Items from a dataset
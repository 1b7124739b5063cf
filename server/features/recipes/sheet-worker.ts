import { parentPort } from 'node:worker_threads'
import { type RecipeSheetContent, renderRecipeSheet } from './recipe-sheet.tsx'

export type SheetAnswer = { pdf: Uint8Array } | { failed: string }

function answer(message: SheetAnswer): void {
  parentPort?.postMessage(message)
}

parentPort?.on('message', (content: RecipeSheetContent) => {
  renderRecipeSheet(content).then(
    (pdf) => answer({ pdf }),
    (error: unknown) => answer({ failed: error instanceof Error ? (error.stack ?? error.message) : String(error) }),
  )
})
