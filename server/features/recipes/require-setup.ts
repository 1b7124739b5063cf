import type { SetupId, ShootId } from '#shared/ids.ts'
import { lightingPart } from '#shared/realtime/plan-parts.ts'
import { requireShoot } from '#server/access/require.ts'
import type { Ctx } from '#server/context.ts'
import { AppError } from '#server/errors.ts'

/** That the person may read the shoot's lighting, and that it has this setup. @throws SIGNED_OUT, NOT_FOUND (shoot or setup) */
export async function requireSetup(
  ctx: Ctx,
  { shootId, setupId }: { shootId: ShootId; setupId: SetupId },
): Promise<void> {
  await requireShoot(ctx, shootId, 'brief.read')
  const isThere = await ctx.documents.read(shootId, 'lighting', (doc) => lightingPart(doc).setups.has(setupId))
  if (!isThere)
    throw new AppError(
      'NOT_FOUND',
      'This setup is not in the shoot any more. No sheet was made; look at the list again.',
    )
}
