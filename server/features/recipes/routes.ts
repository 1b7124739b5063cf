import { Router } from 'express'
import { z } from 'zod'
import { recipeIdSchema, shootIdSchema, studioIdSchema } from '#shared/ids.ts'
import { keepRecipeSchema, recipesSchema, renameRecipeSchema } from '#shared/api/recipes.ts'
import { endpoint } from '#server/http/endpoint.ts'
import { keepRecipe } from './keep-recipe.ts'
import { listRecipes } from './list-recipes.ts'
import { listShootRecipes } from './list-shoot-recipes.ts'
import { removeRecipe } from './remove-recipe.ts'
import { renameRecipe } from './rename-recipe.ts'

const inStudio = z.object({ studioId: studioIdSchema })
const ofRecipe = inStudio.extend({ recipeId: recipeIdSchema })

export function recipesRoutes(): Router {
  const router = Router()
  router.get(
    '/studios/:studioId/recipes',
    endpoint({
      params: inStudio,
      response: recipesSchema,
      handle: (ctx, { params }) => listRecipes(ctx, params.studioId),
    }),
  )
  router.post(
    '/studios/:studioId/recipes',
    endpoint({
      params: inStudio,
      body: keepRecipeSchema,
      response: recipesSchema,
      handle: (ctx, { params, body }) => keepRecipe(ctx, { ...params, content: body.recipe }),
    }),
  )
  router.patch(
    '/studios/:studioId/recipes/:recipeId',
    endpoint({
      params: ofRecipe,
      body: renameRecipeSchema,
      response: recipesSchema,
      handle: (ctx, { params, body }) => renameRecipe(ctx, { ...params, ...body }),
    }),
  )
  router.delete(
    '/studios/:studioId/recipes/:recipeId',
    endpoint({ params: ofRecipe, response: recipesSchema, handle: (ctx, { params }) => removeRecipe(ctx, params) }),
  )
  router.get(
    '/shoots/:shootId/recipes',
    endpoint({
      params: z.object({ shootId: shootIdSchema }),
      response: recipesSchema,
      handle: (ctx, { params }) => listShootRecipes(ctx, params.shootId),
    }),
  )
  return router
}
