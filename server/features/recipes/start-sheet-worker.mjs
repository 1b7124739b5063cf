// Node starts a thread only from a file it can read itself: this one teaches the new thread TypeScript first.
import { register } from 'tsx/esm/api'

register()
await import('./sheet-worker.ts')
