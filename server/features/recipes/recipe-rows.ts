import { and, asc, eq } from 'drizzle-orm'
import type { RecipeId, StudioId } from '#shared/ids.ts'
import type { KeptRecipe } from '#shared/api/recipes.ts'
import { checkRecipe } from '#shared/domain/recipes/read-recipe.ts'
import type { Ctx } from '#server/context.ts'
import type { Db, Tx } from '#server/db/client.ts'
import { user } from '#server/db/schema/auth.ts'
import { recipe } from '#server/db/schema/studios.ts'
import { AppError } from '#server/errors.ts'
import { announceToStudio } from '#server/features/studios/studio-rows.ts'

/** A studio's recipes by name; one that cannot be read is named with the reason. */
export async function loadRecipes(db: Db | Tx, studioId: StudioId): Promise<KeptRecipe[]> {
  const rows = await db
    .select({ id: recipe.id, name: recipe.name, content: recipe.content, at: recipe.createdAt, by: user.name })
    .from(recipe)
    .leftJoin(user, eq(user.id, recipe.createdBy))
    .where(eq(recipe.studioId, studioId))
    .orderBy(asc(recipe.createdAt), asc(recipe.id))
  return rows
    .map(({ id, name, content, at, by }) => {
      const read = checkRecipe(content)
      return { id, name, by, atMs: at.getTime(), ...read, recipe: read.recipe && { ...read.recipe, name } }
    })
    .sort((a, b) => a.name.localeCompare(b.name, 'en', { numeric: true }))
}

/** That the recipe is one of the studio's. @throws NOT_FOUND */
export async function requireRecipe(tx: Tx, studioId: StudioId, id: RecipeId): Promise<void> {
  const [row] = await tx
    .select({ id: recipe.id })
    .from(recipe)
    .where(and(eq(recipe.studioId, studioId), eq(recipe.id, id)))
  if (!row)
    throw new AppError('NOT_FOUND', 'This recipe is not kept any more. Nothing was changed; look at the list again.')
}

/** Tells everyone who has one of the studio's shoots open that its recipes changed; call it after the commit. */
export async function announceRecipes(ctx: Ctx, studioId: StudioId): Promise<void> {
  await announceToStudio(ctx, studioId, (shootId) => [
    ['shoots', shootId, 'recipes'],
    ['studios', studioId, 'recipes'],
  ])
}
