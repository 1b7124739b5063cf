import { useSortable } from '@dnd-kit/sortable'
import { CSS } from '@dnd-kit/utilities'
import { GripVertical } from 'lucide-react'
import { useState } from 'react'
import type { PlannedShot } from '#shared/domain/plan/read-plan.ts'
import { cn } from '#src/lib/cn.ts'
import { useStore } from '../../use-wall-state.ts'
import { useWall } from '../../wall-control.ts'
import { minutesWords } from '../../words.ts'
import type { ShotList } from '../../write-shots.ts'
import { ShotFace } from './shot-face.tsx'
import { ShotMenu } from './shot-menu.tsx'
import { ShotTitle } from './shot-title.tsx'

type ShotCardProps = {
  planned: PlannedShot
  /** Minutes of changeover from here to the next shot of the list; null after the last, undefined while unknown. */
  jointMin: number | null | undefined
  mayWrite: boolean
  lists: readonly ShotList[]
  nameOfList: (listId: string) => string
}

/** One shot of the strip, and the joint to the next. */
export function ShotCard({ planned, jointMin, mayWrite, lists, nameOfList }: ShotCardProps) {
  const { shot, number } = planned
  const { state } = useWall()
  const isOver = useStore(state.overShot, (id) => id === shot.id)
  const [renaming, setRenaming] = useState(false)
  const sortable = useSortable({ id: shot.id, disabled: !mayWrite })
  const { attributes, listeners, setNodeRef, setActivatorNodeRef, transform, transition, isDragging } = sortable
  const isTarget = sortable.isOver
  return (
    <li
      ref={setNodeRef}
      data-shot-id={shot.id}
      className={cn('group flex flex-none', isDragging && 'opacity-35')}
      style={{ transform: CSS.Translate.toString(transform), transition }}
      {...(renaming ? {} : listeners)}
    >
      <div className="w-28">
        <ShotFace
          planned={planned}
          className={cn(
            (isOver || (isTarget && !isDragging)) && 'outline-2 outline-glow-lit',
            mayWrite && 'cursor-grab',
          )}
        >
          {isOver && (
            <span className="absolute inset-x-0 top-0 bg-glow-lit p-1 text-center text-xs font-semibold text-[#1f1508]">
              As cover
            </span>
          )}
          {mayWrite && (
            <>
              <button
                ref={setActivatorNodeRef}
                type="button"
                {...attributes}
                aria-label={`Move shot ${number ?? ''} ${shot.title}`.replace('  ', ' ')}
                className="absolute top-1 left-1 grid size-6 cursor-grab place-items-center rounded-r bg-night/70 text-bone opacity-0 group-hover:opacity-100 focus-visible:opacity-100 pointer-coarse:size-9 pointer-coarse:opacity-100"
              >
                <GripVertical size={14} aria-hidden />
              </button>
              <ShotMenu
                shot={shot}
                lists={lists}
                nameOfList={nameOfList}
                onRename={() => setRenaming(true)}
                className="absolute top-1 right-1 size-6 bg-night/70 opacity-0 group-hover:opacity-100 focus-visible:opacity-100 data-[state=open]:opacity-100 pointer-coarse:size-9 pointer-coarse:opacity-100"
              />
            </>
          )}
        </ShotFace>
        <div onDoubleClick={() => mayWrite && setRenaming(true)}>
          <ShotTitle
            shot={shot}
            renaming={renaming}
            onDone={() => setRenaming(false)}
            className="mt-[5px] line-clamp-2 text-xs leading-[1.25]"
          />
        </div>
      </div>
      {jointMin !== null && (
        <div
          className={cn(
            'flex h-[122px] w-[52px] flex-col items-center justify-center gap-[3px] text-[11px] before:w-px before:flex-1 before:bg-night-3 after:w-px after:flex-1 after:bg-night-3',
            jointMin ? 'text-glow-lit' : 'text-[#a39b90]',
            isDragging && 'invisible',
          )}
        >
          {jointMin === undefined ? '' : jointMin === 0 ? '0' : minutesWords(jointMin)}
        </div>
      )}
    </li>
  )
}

Assignment
Figure out how many lines in the entries above contain "again". Write only that number.

Response below
2